US 12,462,790 B2
Quality estimation for automatic speech recognition
Kai Fan, Sunnyvale, CA (US); Bo Li, Hangzhou (CN); and Jiayi Wang, Hangzhou (CN)
Assigned to Alibaba Group Holding Limited, Grand Cayman (KY)
Filed by Alibaba Group Holding Limited, Grand Cayman (KY)
Filed on Jul. 20, 2023, as Appl. No. 18/224,514.
Application 18/224,514 is a continuation of application No. PCT/CN2021/073073, filed on Jan. 21, 2021.
Prior Publication US 2023/0360636 A1, Nov. 9, 2023
Int. Cl. G10L 15/01 (2013.01); G10L 15/06 (2013.01)

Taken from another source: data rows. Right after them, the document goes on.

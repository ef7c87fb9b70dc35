"""Diagrams: self-consistency of traced curves and invariant points, export, figures, bad input.

Saturation indices are recomputed here from the reported compositions through the public
activity model (``model.compute`` and ``model.solids``), independently of the tracing code.
"""

import struct
import warnings

import numpy as np
import pandas as pd
import pytest

import phasekit as pk
from phasekit.chemistry.salts import parse_salt
from phasekit.errors import InputError, RangeError

SYSTEMS_25 = [("NaCl", "KCl"), ("KCl", "MgCl2"), ("NaCl", "Na2SO4"), ("K2SO4", "MgSO4"), ("Na2SO4", "MgSO4"),
              ("KCl", "K2SO4"), ("MgCl2", "MgSO4"), ("NaCl", "MgCl2")]


@pytest.fixture(scope="module")
def isotherms():
    with warnings.catch_warnings():
        warnings.simplefilter("ignore")
        return {s: pk.isotherm(list(s), 25.0, metastable=True) for s in SYSTEMS_25}


def _ion_rows(model, salts, df):
    m = np.zeros((len(df), len(model.species)))
    for salt in salts:
        for ion, n in parse_salt(salt).items():
            m[:, model.index[ion]] += n * df[f"{salt}_molality"].to_numpy()
    return m


def _si(model, m, temp_c):
    ln_g, _, ln_aw, _, _ = model.compute(m, temp_c)
    with np.errstate(divide="ignore", invalid="ignore"):
        li = model.solids.ln_iap(m, ln_g, ln_aw)
    return (li - model.solids.ln_k(temp_c)[None, :]) / np.log(10.0)


@pytest.mark.parametrize("salts", SYSTEMS_25)
def test_every_curve_point_is_saturated_with_its_solid(model, isotherms, salts):
    iso = isotherms[salts]
    si = _si(model, _ion_rows(model, salts, iso.curves), 25.0)
    k = [model.solids.index[s] for s in iso.curves["solid"]]
    own = si[np.arange(len(k)), k]
    assert np.max(np.abs(own)) < 1e-9
    assert len(iso.curves) > 10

CPC G10L 15/01 (2013.01) [G10L 15/063 (2013.01)] 20 Claims
OG exemplary drawing
 
1. A method comprising:
training a transformer learning model on inputs comprising a sequence of audio tokens, the trained transformer learning model being executable by one or more processors of a computing system to output a sequence of feature representations; and
training a quality estimation learning model on inputs comprising the sequence of feature representations, the trained quality estimation learning model being executable by the one or more processors to output a probability of a word error rate value.